"Where do I go to get my reputation back, even though nobody knows I lost it?"
That seems paradoxical, since your reputation is what people generally think of you -- but in digital publishing what really counts is what computers think of you. Earlier this week, secret algorithms besmirched my digital reputation, in ways that could negatively impact my paycheck, and my employer's profits.
And it all happened behind the scenes, without any of my readers knowing.
Stephen had written a blog post at VodkaPundit about the sexbot devolution.

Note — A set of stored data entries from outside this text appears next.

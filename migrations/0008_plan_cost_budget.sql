ALTER TABLE "plans" ADD COLUMN "cost_per_minute" integer DEFAULT 5000 NOT NULL;--> statement-breakpoint
-- Work units per key and minute: about 80 units per call at each plan's request rate (a 14-tread stair costs 15, the largest call about 2 600).
UPDATE "plans" SET "cost_per_minute" = 50000 WHERE "id" = 'shop';--> statement-breakpoint
UPDATE "plans" SET "cost_per_minute" = 250000 WHERE "id" = 'partner';--> statement-breakpoint
UPDATE "plans" SET "cost_per_minute" = 1000000000 WHERE "id" = 'platform';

We've also been forced to a place where we can't discuss important social, legal, and technological issues without having to use ridiculous euphemisms like "knittingbots." Not, that is, if we want to stay in business.Read more here, including many good comments.
It's fraud, too. Algos are representing my work and PJM's publication as something they're not, in ways that hurt us financially, and presumably to the benefit of just-as-clean sites that haven't been red-flagged. While I can't prove anything, due to the ad algos being both opaque and invisible (you can't see it working), I somehow doubt that the major, left-wing publications get the same red-flag treatment. The New York Times has published a number of pieces about knittingbots dating back to 2007, but it's a safe bet that the ad networks haven't tagged the entire nytimes.com domain with the ruinous red flag.
...What then, is to be done? Take another quixotic defamation case to court? Try and find the financing -- and enough sympathetic tech talent -- to break the stranglehold on internet advertising? Risk breaking the internet by getting big, fat government to sit on its back? Or just continue to suffer the slings and arrows of outrageous algos?